Burger King will play an important part with Impossible’s sausage plans as well. Impossible Sausage will debut Jan. 13 at 139 Burger King restaurants in five test regions: Savannah, Ga.; Lansing, Mich.; Springfield, Ill.; Albuquerque, N.M.; and Montgomery, Ala. It is an ingredient in the Impossible Croissan’wich, which also features a toasted croissant, egg and cheese.
Also: What nutrition experts are saying about imitation meats in your diet
MarketWatch received a sneak peek of the new products on a sunny mid-December day at Impossible Foods’ headquarters. Before heading into a high-tech lab/kitchen of food scientists and organic chemists, we donned a lab coat, goggles, beard net and bouffant cap to taste-test Impossible Pork. A refrigerated slice was grilled several minutes and presented on a sandwich. It smelled and tasted like the real thing.

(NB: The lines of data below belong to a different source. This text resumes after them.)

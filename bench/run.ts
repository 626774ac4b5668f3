// Indexes read here are in range by construction, so `!` marks them (no run-time cost).
/**
 * `npm run bench`: times the switch-level solver on generated circuits and prints a table.
 * `npm run --silent bench -- --json` also prints, as its last line, one JSON object with every figure.
 * Progress goes to stderr so stdout stays the table and the JSON line.
 */
import { compile } from '../src/core/compile/compile.ts';
import { DEFAULT_TECHNOLOGY } from '../src/core/model/technology.ts';
import { FAMILIES, MEMORY_SERIES, OVERHEAD_BITS, TOGGLE_BITS, familyNamed, sweepCircuit } from './cases.ts';
import { dcCases, type DcCaseResult } from './dc.ts';
import { floorFrame, floorLoop } from './floor.ts';
import { measureToggleWithFullPaint, measureToggleWithPaint } from './screen.ts';
import { rippleAdder } from './generators/index.ts';
import { wideAdderBank } from './generators/adderBank.ts';
import {
  measureCheckCpu,
  measureCommand,
  measureWordSweep,
  measureWordWidths,
  type CpuRow,
} from './sweepWords.ts';
import { measureMemory, withSlopes, type MemoryResult } from './memory.ts';
import {
  measureCheckSweep,
  measureEdit,
  measureRandom,
  measureSettle,
  measureSweep,
  measureToggle,
  prepare,
  type CaseResult,
} from './measure.ts';
import { formatNumber, formatTable } from './table.ts';
import { now, repeat, secondsSince } from './timing.ts';
import { measureUndrivenSweep } from './undrivenSweep.ts';
import { operand, toggleWalk } from './vectors.ts';

function progress(message: string): void {
  process.stderr.write(`bench: ${message}\n`);
}

/** Floor ns per transistor per vector, on the sweep circuit (1,792 transistors); fastest run, like the cases. */
function measureFloor(): number {
  const frame = floorFrame(compile(sweepCircuit(), DEFAULT_TECHNOLOGY));
  // Short runs (well under a scheduler time slice) so that the fastest of many is an undisturbed one.
  const vectors = 256;
  let sink = 0;
  const sample = repeat(() => (sink += floorLoop(frame, vectors)), { warmup: 20, budgetSeconds: 0.5 });
  if (sink === -1) progress('unreachable'); // keeps the checksum alive
  return (sample.best * 1e9) / (frame.gates.length * vectors);
}

/** Whole settles (incremental off): the cost of one vector with nothing carried over. */
function settleSeries(): CaseResult[] {
  return FAMILIES.flatMap((family) =>
    family.sizes.map((size) => {
      progress(`settle ${family.name} ${size} ${family.unit}`);
      return measureSettle(
        `settle/${family.name}/${size}`,
        prepare(family.make(size), { incremental: false }),
      );
    }),
  );
}

function randomSeries(): CaseResult[] {
  const largest = FAMILIES.map((f) => ({ name: f.name, netlist: f.make(f.sizes[f.sizes.length - 1]!) }));
  return [...largest, { name: 'adder-bank', netlist: sweepCircuit() }].map(({ name, netlist }) => {
    progress(`random vectors on ${netlist.name}`);
    return measureRandom(`random/${name}`, prepare(netlist));
  });
}

/** The same 13-input sweep solver-only and through checkSweep, to show what the reporting costs. */
function analysisOverhead(): CaseResult[] {
  progress(`sweep and checkSweep on a ${OVERHEAD_BITS}-bit ripple adder`);
  const netlist = rippleAdder(OVERHEAD_BITS);
  return [
    measureSweep(`sweep/ripple-adder-${OVERHEAD_BITS}`, prepare(netlist)),
    measureCheckSweep(`check-sweep/ripple-adder-${OVERHEAD_BITS}`, netlist),
  ];
}

/** A random walk of toggles, and the worst case: the carry rippling through every bit. */
function toggleCases(): CaseResult[] {
  progress(`toggle and edit on a ${TOGGLE_BITS}-bit ripple adder`);
  const p = prepare(rippleAdder(TOGGLE_BITS));
  const a = p.netlist.inputs.filter((n) => n.startsWith('A'));
  const b = p.netlist.inputs.filter((n) => n.startsWith('B'));
  // A = all ones, B = 0: flipping the carry-in flips every carry and every sum bit.
  const ripple = { ...operand(a, -1), ...operand(b, 0), CI: '0' } as const;
  return [
    measureToggle('toggle/ripple-adder-179/random-input', p, toggleWalk(p.netlist.inputs, 64)),
    measureToggle('toggle/ripple-adder-179/carry-through-all-bits', p, [ripple, { ...ripple, CI: '1' }]),
    measureToggleWithPaint(
      'toggle+paint/ripple-adder-179/random-input (CPU)',
      p.netlist,
      toggleWalk(p.netlist.inputs, 64),
    ),
    measureToggleWithFullPaint(
      'toggle+full-paint/ripple-adder-179/random-input (CPU)',
      p.netlist,
      toggleWalk(p.netlist.inputs, 64),
    ),
    measureEdit('edit/ripple-adder-179/compile-and-solve', p.netlist, ripple),
  ];
}

function memorySeries(): MemoryResult[] {
  return MEMORY_SERIES.flatMap(({ family, sizes }) =>
    withSlopes(
      sizes.map((size) => {
        progress(`memory ${family} ${size}`);
        return measureMemory(`memory/${family}/${size}`, () => familyNamed(family).make(size));
      }),
    ),
  );
}

function printTables(floorNs: number, cases: readonly CaseResult[], memory: readonly MemoryResult[]): void {
  console.log(`Railwise solver benchmark (Node ${process.version})`);
  console.log(`floor loop: ${floorNs.toFixed(3)} ns per transistor per vector\n`);
  const rows = cases.map((c) => [
    c.name + (c.extrapolated ? ' (projected)' : ''),
    c.transistors,
    c.vectors,
    c.seconds * 1e3,
    c.vectorsPerSecond,
    c.nsPerTransistorVector,
    c.nsPerTransistorVector / floorNs,
  ]);
  console.log(
    formatTable(['case', 'transistors', 'vectors', 'ms', 'vectors/s', 'ns/(T·vec)', '× floor'], rows),
  );
  console.log(
    '\nsettle, toggle and edit rows: ms for one vector; random rows: ms for a batch; both the fastest',
  );
  console.log('of repeated runs, the one least disturbed by other work (medians are in the JSON line);');
  console.log('rows marked (CPU): CPU ms per toggle, solve and paint, in the fastest batch of one walk;');
  console.log('sweep rows: total ms of wall clock; on a shared machine CPU time is the steadier figure:');
  for (const c of cases.filter((x) => x.cpuSeconds !== undefined)) {
    console.log(`  ${c.name}: ${c.seconds.toFixed(2)} s wall, ${(c.cpuSeconds ?? 0).toFixed(2)} s CPU`);
  }
  console.log('');
  const memRows = memory.map((m) => [
    m.name,
    m.transistors,
    m.bytesPerTransistor,
    m.heapBytesPerTransistor,
    m.marginalBytesPerTransistor === undefined ? '' : formatNumber(m.marginalBytesPerTransistor),
  ]);
  console.log(formatTable(['memory', 'transistors', 'bytes/T', 'JS-heap bytes/T', 'slope bytes/T'], memRows));
}

function printDc(cases: readonly DcCaseResult[]): void {
  const rows = cases.map((c) => [
    c.name,
    c.transistors,
    c.points,
    c.seconds * 1e3,
    c.cpuSecondsPerRun * 1e3,
    c.targetSeconds * 1e3,
  ]);
  console.log('');
  console.log(formatTable(['level-1 DC', 'transistors', 'points', 'ms', 'CPU ms/run', 'goal ms'], rows));
  console.log('ms: the fastest run; CPU ms/run: the average over every run, warm-up included.');
}

/** The bit-parallel sweep beside the scalar one, and the command on the bank and the 24-input bank. */
async function wordSweepRows(): Promise<CpuRow[]> {
  progress('bit-parallel sweep and check of the 16-input bank');
  const bank = sweepCircuit();
  const rows = [
    ...measureWordSweep('words/adder-bank-16-inputs', bank),
    ...measureWordWidths('words/adder-bank-16-inputs', bank),
    measureCheckCpu('check-sweep/adder-bank-16-inputs (words)', bank, true),
    measureCheckCpu('check-sweep/adder-bank-16-inputs (scalar)', bank, false),
  ];
  progress('railwise check of the 16-input bank, text, --json and --power');
  rows.push(await measureCommand('railwise check adder-bank-16-inputs', bank, []));
  rows.push(await measureCommand('railwise check --json adder-bank-16-inputs', bank, ['--json']));
  // --power counts power on every solved vector, which the bit-parallel sweep does not do yet.
  rows.push(await measureCommand('railwise check --power adder-bank-16-inputs', bank, ['--power']));
  progress('railwise check of the 24-input bank (16,777,216 vectors)');
  rows.push(
    await measureCommand('railwise check adder-bank-24-inputs', wideAdderBank(), ['--max-inputs', '24']),
  );
  return rows;
}

function printCpuRows(floorNs: number, rows: readonly CpuRow[]): void {
  const cells = rows.map((r) => [
    r.name,
    r.transistors,
    r.vectors,
    r.cpuSeconds,
    r.nsPerTransistorVector,
    floorNs / r.nsPerTransistorVector,
    r.peakMb === undefined ? '' : formatNumber(r.peakMb),
  ]);
  console.log('');
  console.log(
    formatTable(
      ['sweep (CPU)', 'transistors', 'vectors', 'CPU s', 'ns/(T·vec)', 'floor ÷ row', 'peak MB'],
      cells,
    ),
  );
  console.log('floor ÷ row: how many times below the floor loop per transistor per vector (CPU time);');
  console.log('railwise check rows: the bundled command in a child process, output read and dropped.');
}

async function main(): Promise<void> {
  const json = process.argv.includes('--json');
  const started = now();
  progress('floor loop');
  const floorNs = measureFloor();
  const cases = [...settleSeries(), ...randomSeries()];
  progress('exhaustive sweep, 65,536 vectors');
  const sweep = measureSweep('sweep/adder-bank-16-inputs', prepare(sweepCircuit()));
  cases.push(sweep, ...analysisOverhead(), ...toggleCases());
  const words = await wordSweepRows();
  progress('check sweep with undriven inputs, 6,561 vectors');
  words.push(measureUndrivenSweep());
  const memory = memorySeries();
  progress('level-1 DC: transfer curve and every-vector pass');
  const dc = dcCases();
  printTables(floorNs, cases, memory);
  printCpuRows(floorNs, words);
  printDc(dc);
  const totalSeconds = secondsSince(started);
  console.log(`\nwhole run: ${totalSeconds.toFixed(1)} s`);
  if (json) {
    const withRatio = cases.map((c) => ({ ...c, ratioToFloor: c.nsPerTransistorVector / floorNs }));
    const wordRows = words.map((r) => ({ ...r, timesBelowFloor: floorNs / r.nsPerTransistorVector }));
    const summary = {
      node: process.version,
      totalSeconds,
      sweepSeconds: sweep.seconds,
      memory,
      dc,
      words: wordRows,
    };
    console.log(JSON.stringify({ floorNsPerTransistorVector: floorNs, cases: withRatio, ...summary }));
  }
}

await main();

“What makes meat taste like meat is its molecular structure,” Laura Kliman, senior flavor scientist, told MarketWatch. It took more than 50 prototypes to get Impossible Pork right, she said. (Version 2.0 of the Impossible Burger took 800 prototypes.) “We’ve become much smarter with each project.”

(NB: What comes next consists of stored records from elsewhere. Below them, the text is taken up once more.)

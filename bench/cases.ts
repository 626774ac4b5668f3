/**
 * What the benchmark runs: the circuit families at several sizes, and the one-off cases (sweep,
 * toggle, edit, memory). Sizes are chosen so one full run stays well under two minutes on 2 cores.
 */
import type { Netlist } from '../src/core/model/netlist.ts';
import { adderBank, inverterChain, muxTree, ratioedDecoder, rippleAdder } from './generators/index.ts';

export interface Family {
  readonly name: string;
  /** Parameter values for the settle-versus-size series; the last is also used for random vectors. */
  readonly sizes: readonly number[];
  readonly make: (size: number) => Netlist;
  /** How the size parameter reads in a case name. */
  readonly unit: string;
}

export const FAMILIES: readonly Family[] = [
  { name: 'inverter-chain', sizes: [50, 500, 5000], make: inverterChain, unit: 'stages' },
  { name: 'ripple-adder', sizes: [4, 16, 64, 179], make: rippleAdder, unit: 'bits' },
  { name: 'tg-mux-tree', sizes: [3, 6, 9], make: muxTree, unit: 'select bits' },
  { name: 'ratioed-decoder', sizes: [3, 5, 8], make: ratioedDecoder, unit: 'address bits' },
];

/** The exhaustive sweep: 16 inputs, 1,792 transistors. */
export function sweepCircuit(): Netlist {
  return adderBank(8);
}

/** Solver-only sweep against checkSweep: a 6-bit ripple adder, 13 inputs, 8,192 vectors, 168 transistors. */
export const OVERHEAD_BITS = 6;

/** The ~5,000-transistor sheet for the toggle and edit cases: a 179-bit ripple adder, 5,012 transistors. */
export const TOGGLE_BITS = 179;

/**
 * Memory growth: about 4k, 16k and 64k transistors in two families. Smaller circuits drown in the
 * collector's noise (a few hundred kilobytes either way).
 */
export const MEMORY_SERIES: readonly { readonly family: string; readonly sizes: readonly number[] }[] = [
  { family: 'inverter-chain', sizes: [2000, 8000, 32000] },
  { family: 'ripple-adder', sizes: [143, 572, 2286] },
];

export function familyNamed(name: string): Family {
  const family = FAMILIES.find((f) => f.name === name);
  if (family === undefined) throw new Error(`no benchmark family named ${name}`);
  return family;
}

Later, MarketWatch was taken on a tour of its labs, where scientists have been able to reverse-engineer animal-based food.

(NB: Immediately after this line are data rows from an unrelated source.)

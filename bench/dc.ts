/**
 * The level-1 DC rows: a 201-point transfer curve of a 4-input static gate, and the per-vector DC
 * pass over the whole truth table of a 6-input cell. Both are short, so each is repeated and the
 * fastest run reported (the median rides along), with the CPU time of all timed runs beside it.
 */
import { dcSweep } from '../src/core/dc/vectorDc.ts';
import { transferCurves } from '../src/core/dc/transfer.ts';
import type { Netlist } from '../src/core/model/netlist.ts';
import { DEFAULT_TECHNOLOGY } from '../src/core/model/technology.ts';
import { ao222, nandGate, transistorCount } from './generators/index.ts';
import { repeat } from './timing.ts';

export interface DcCaseResult {
  readonly name: string;
  readonly transistors: number;
  /** Operating points asked for: sweep points or vectors. */
  readonly points: number;
  readonly seconds: number;
  readonly medianSeconds: number;
  /** CPU seconds per run, averaged over the timed runs. */
  readonly cpuSecondsPerRun: number;
  readonly runs: number;
  /** The goal the issue set, seconds. */
  readonly targetSeconds: number;
}

function measure(
  name: string,
  netlist: Netlist,
  points: number,
  targetSeconds: number,
  work: () => void,
): DcCaseResult {
  const cpu = process.cpuUsage();
  let sink = 0;
  const sample = repeat(
    () => {
      work();
      sink++;
    },
    { warmup: 10, warmupSeconds: 0.3, budgetSeconds: 1 },
  );
  const used = process.cpuUsage(cpu);
  const cpuSecondsPerRun = (used.user + used.system) / 1e6 / (sink || 1);
  return {
    name,
    transistors: transistorCount(netlist),
    points,
    seconds: sample.best,
    medianSeconds: sample.median,
    cpuSecondsPerRun,
    runs: sample.runs,
    targetSeconds,
  };
}

export function dcCases(): DcCaseResult[] {
  const nand4 = nandGate(4);
  const cell = ao222();
  return [
    measure('dc/transfer-201-points/nand4', nand4, 201, 0.05, () =>
      transferCurves(nand4, DEFAULT_TECHNOLOGY, { input: 'D', points: 201 }),
    ),
    measure('dc/every-vector/ao222-6-inputs', cell, 64, 1, () => dcSweep(cell, DEFAULT_TECHNOLOGY)),
  ];
}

The highly-intricate process of sensory analysis, protein development, flavor science, big data and texture analysis to approximate the look, feel, taste, cook and smell of animal-based food almost has the feel of something out of “Jurassic Park.”
“It is a physiology experiment in a sense to duplicate the human experience in eating, down to how the body processes the eating experience,” research fellow Chris Davis told MarketWatch, designed to replicate and meet consumer delight. “We could create whole new categories of beef, maybe even the mythical brontosaurus burger.”